Tory MP: Three-parent babies ‘unproven and dangerous’

Techniques to create three or four-parent babies are potentially dangerous, ethically controversial and untested, a Tory MP has warned.

Writing for Conservative Home, Fiona Bruce MP warned that the techniques – on which the Department of Health last week released draft regulations – are “totally unprecedented” and could have harmful consequences.

The procedures could reportedly eradicate mitochondrial disease by using IVF to create an embryo with biological involvement from either three or four parents.

Cure

Mrs Bruce said: “The pro-research lobby is promoting these procedures as cures, but, they’re not cures at all. Rather than eliminate the disease, they make sure only certain kinds of persons come into existence.”

And she said, “the possible benefits of these procedures must be weighed against the ethical consequences of permitting them”.

She explained: “In fact there is a growing body of speculative evidence” which suggests that the techniques “may actually pose risks to the child”.

Impaired

“Science Magazine ran a piece recently suggesting that these treatments could cause sterility, and lead to reduced growth, impaired learning and exercise capacity and even a slowed metabolism on the basis that we don’t know if the donor mitochondria will be able properly to communicate with its host”, she added.

Mrs Bruce raised concerns about the ethics of creating a child with three or more parents – “Will the child be able to ask questions about or contact their third ancestor?” she asks.

She added, “what is the precise relation of the child to its commissioning parents? The public deserve to know.
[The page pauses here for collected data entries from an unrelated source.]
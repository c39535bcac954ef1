"""What each node's registry should hold, from a network description.

A node holds what it takes part in, and no more:

- every node: its own entry, the nodes it talks to (the relay of each of its links and
  pairs, its partner stations) with their peer principals pinned to their node
  certificates, and the people (operators, auditors, monitors);
- a relay: the QKD links it is an end of with their modules, and the pairs it relays;
- a station: its own QKD links with their modules, the pairs it is a station of, its
  own SAEs and the SAEs of its partner stations (they are named as masters and slaves).

Entries are the bodies of the registry API's create calls, so a node checks them as
if an operator had typed them.
"""

from __future__ import annotations

from dataclasses import dataclass
from typing import Any

from keystrata_client.network.description import Network

#: Registry kinds in the order that keeps references valid: an entry refers only to
#: entries of kinds before it (a link to its nodes, a pair to its relay and stations,
#: a principal to its station, link or node).
KIND_ORDER = ("nodes", "links", "pairs", "principals")
#: The ID member of each kind's body.
ID_FIELD = {
    "nodes": "node_id",
    "links": "link_id",
    "pairs": "pair_id",
    "principals": "principal_id",
}


@dataclass(frozen=True)
class Entry:
    kind: str
    entry_id: str
    body: dict[str, Any]


def peer_principal(node_id: str) -> str:
    """The principal ID under which a node knows a peer node."""
    return f"peer-{node_id}"


def peers_of(net: Network, node_id: str) -> list[str]:
    """The nodes ``node_id`` exchanges messages with: link ends and pair members."""
    out: set[str] = set()
    for link in net.links.values():
        if node_id in (link.relay, link.station):
            out |= {link.relay, link.station}
    for pair in net.pairs.values():
        members = {pair.relay, *pair.stations}
        if node_id in members:
            out |= members
    out.discard(node_id)
    return sorted(out)


def entries_for(net: Network, node_id: str) -> list[Entry]:
    """The registry entries node ``node_id`` should hold, in :data:`KIND_ORDER`."""
    me = net.nodes[node_id]
    peers = peers_of(net, node_id)
    out: list[Entry] = []
    for n in [me] + [net.nodes[p] for p in peers]:
        out.append(
            Entry(
                "nodes",
                n.node_id,
                {
                    "node_id": n.node_id,
                    "role": n.role,
                    "url": n.url,
                    "description": n.description,
                    "physical": n.physical,
                },
            )
        )
    links = [k for k in net.links.values() if node_id in (k.relay, k.station)]
    out += [
        Entry(
            "links",
            k.link_id,
            {
                "link_id": k.link_id,
                "relay_id": k.relay,
                "station_id": k.station,
                "description": k.description,
                "optics": k.optics,
            },
        )
        for k in links
    ]
    pairs = [p for p in net.pairs.values() if node_id in (p.relay, *p.stations)]
    out += [
        Entry(
            "pairs",
            p.pair_id,
            {
                "pair_id": p.pair_id,
                "relay_id": p.relay,
                "stations": list(p.stations),
                "policy": dict(p.policy),
            },
        )
        for p in pairs
    ]
    principals: list[dict[str, Any]] = [
        _principal(p.principal_id, p.role, p.certificate, p.description)
        for p in net.people.values()
    ]
    principals += [
        _principal(k.module_id, "qkd-module", k.module, f"QKD module of {k.link_id}")
        | {"link_id": k.link_id}
        for k in links
    ]
    principals += [
        _principal(peer_principal(p), "peer", net.nodes[p].certificate, f"node {p}")
        | {"node_id": p}
        for p in peers
    ]
    if me.role == "station":
        stations = {node_id} | {s for p in pairs for s in p.stations}
        principals += [
            _principal(s.sae_id, "sae", s.certificate, s.description) | {"station_id": s.station}
            for s in net.saes.values()
            if s.station in stations
        ]
    out += [Entry("principals", p["principal_id"], p) for p in principals]
    return out


def _principal(principal_id: str, role: str, cert: Any, description: str) -> dict[str, Any]:
    body: dict[str, Any] = {
        "principal_id": principal_id,
        "role": role,
        "cert_subject": cert.subject,
        "description": description,
    }
    if cert.sha256 is not None:
        body["cert_sha256"] = cert.sha256
    return body


def apply_order(net: Network) -> list[str]:
    """Nodes in the order creations and changes go: stations before relays, so a relay
    never relays for a pair (or over a link) its stations do not know yet. Retirements
    go the other way."""
    return [n.node_id for n in net.stations()] + [n.node_id for n in net.relays()]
Yet these are all unanswered questions.”

Alarming

She also highlights the Council of Europe’s Convention on Human Rights and Biomedicine and the World Health Organisation which both explicitly criticise making changes to the human germ line.
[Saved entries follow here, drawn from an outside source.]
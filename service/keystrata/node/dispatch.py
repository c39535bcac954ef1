"""Dispatch of node-to-node messages to their handlers, by node role and message kind.

Every body is parsed once into its typed model (:mod:`keystrata.peering.messages`):
an unknown kind or version, or a malformed member, is a 400 before anything is read
from the database. Handlers then check what the message claims against this node's own
registry and rows; a claim that is not the sender's to make is refused (403), changes
nothing, and is recorded as ``peer.message_refused`` (sender, kind, reason code: never
the values the sender chose). A programming error inside a handler is a 500 that is
logged, never a 400.
"""

from __future__ import annotations

import logging
from collections.abc import Callable
from typing import Any

from sqlalchemy.orm import Session

from keystrata.config import Role
from keystrata.context import NodeContext
from keystrata.delivery import slave_copy
from keystrata.errors import Forbidden, InvalidInput, KeystrataError
from keystrata.ledger import chain
from keystrata.peering import messages
from keystrata.peering.messages import MessageResult
from keystrata.peering.refusals import record_refusal
from keystrata.relay import confirmation, segments

log = logging.getLogger("keystrata.peers")

Handler = Callable[[NodeContext, str, Any], MessageResult]
InSession = Callable[[NodeContext, Session, str, Any], MessageResult]

HANDLERS: dict[Role, dict[type[messages.PeerMessage], Handler]] = {
    Role.STATION: {
        messages.RelayNotice: segments.apply_notice,
        messages.RelayCiphertext: segments.apply_ciphertext,
        messages.SegmentCheck: confirmation.apply_check,
        messages.SegmentConfirmed: confirmation.apply_confirmed,
        messages.SegmentDiscarded: confirmation.apply_discarded,
        messages.KeyAllocated: slave_copy.apply_allocated,
        messages.KeyExpired: slave_copy.apply_expired,
    },
    Role.RELAY: {messages.SegmentSettled: confirmation.apply_settled},
}

#: The same handlers inside the caller's write transaction: a run of these messages in
#: one request is applied in one transaction (one commit, one fsync), each in a
#: savepoint, so the relay's segments cost a commit per request rather than per message.
#: At a station only the relay's messages run together: a run from the other station
#: may mix ``key.allocated`` (which takes from a segment's front, then appends to the
#: ledger) with segment messages, and while such a run held the ledger head from an
#: earlier message, a Get key with key IDs pulling the same allocations held a segment
#: it wanted and waited for the head: PostgreSQL deadlocks, seen as 503s in the load test.
IN_SESSION: dict[Role, dict[type[messages.PeerMessage], InSession]] = {
    Role.STATION: {
        messages.RelayNotice: segments.apply_notice_in,
        messages.RelayCiphertext: segments.apply_ciphertext_in,
        messages.KeyAllocated: slave_copy.apply_allocated_in,
    },
    Role.RELAY: {messages.SegmentSettled: confirmation.apply_settled_in},
}

#: Bytes of bodies one transaction applies at most (the first message always): the
#: sender's request is bounded already (peering/sender.py), this keeps a receiver's
#: transaction short whatever a peer sends.
RUN_BYTES = 4 << 20


def read(ctx: NodeContext, body: Any) -> messages.PeerMessage:
    """Parse a body into a message this node takes. Raises InvalidInput (400)."""
    msg = messages.parse(body)
    if type(msg) not in HANDLERS[ctx.role]:
        raise InvalidInput(f"kind: a {ctx.role.value} does not take {msg.kind} messages")
    return msg


def apply(ctx: NodeContext, sender: str, msg: messages.PeerMessage) -> MessageResult:
    """Apply one parsed message from peer node ``sender``; a refusal is recorded.

    Raises:
        Forbidden: the message claims what is not the sender's to claim (recorded).
        OutOfOrder / LinkKeyReused (409), NotFound (404), InvalidInput (400).
    """
    try:
        return HANDLERS[ctx.role][type(msg)](ctx, sender, msg)
    except Forbidden as exc:
        record_refusal(ctx, sender, msg, exc)
        raise


def handle(ctx: NodeContext, sender: str, body: Any) -> MessageResult:
    """Parse and apply one message from peer node ``sender`` (see :func:`apply`)."""
    return apply(ctx, sender, read(ctx, body))


def handle_batch(ctx: NodeContext, sender: str, bodies: list[Any]) -> list[MessageResult]:
    """Apply messages from ``sender`` in order, each as if it came alone, and stop at the
    first that is not applied: the sender's later messages to this node wait behind it
    (a later range would be refused "not yet" anyway). A run of messages with a handler
    in :data:`IN_SESSION` shares one transaction, each in a savepoint (what it changed
    is kept only if it applied). Returns one result per message attempted, the last
    being the refusal if any.

    Raises:
        InvalidInput: ``bodies`` holds something that is not a message this node takes
            (checked for every message before any is applied, so nothing changes).
    """
    msgs: list[messages.PeerMessage] = []
    for i, body in enumerate(bodies):
        try:
            msgs.append(read(ctx, body))
        except InvalidInput as exc:
            raise InvalidInput(f"messages[{i}]: {exc.message}", details=exc.details) from None
    in_session = IN_SESSION[ctx.role]
    results: list[MessageResult] = []
    i = 0
    while i < len(msgs):
        run = _run_from(msgs, i, in_session)
        if not run:
            try:
                results.append(apply(ctx, sender, msgs[i]))
            except KeystrataError as exc:
                results.append(MessageResult.failed(exc))
                break
            i += 1
            continue
        try:
            applied, error = _apply_run(ctx, sender, run, in_session)
        except KeystrataError as exc:  # the transaction itself failed: none applied
            applied, error = [], exc
        results += applied
        if error is not None:
            if isinstance(error, Forbidden):
                record_refusal(ctx, sender, run[len(applied)], error)
            results.append(MessageResult.failed(error))
            break
        i += len(run)
    return results


def _run_from(
    msgs: list[messages.PeerMessage], start: int, in_session: dict[type, InSession]
) -> list[messages.PeerMessage]:
    """The run of messages at ``start`` that :data:`IN_SESSION` can apply together, of
    at most :data:`RUN_BYTES` (a lone message longer than that is a run of one)."""
    run: list[messages.PeerMessage] = []
    size = 0
    for msg in msgs[start:]:
        if type(msg) not in in_session:
            break
        size += _size(msg)
        if run and size > RUN_BYTES:
            break
        run.append(msg)
    return run


def _size(msg: messages.PeerMessage) -> int:
    ciphertext = getattr(msg, "ciphertext", b"")
    return 512 + len(ciphertext) if isinstance(ciphertext, bytes) else 512


def _apply_run(
    ctx: NodeContext,
    sender: str,
    run: list[messages.PeerMessage],
    in_session: dict[type, InSession],
) -> tuple[list[MessageResult], KeystrataError | None]:
    """Apply ``run`` in order in one transaction, each in a savepoint; stop at the
    first that does not apply. Returns the outcomes of those applied and the error
    that stopped the run. A failure of the transaction itself raises: then none of
    them is applied."""
    outcomes: list[MessageResult] = []
    error: KeystrataError | None = None
    with ctx.db.write() as s, chain.deferred(s, node_id=ctx.node_id) as entries:
        slave_copy.lock_named_segments(s, run)
        for msg in run:
            mark = entries.mark()
            try:
                with s.begin_nested():
                    outcomes.append(in_session[type(msg)](ctx, s, sender, msg))
            except KeystrataError as exc:
                entries.back_to(mark)
                error = exc
                break
    return outcomes, error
“It is truly alarming that Britain is the only country in the world who is on the cusp of permitting these procedures with so little scrutiny, awareness or debate”, she said.

She added: “Permitting these techniques would represent such a fundamental shift in our concept of family that Parliament should be given the opportunity to debate – and resist – them.”

Consultation

Last week the Department of Health launched a consultation on draft regulations for two controversial techniques: Maternal Spindle Transfer (MST) and Pro-Nuclear Transfer (PNT).

MST involves replacing the nucleus in a healthy donor egg with the nucleus DNA from the prospective mother – resulting in a baby with DNA from three parents (a chromosomal mother, an egg mother and a sperm father).

PNT creates a child from four different individuals (a chromosomal mother, a chromosomal father, an egg mother and a sperm father).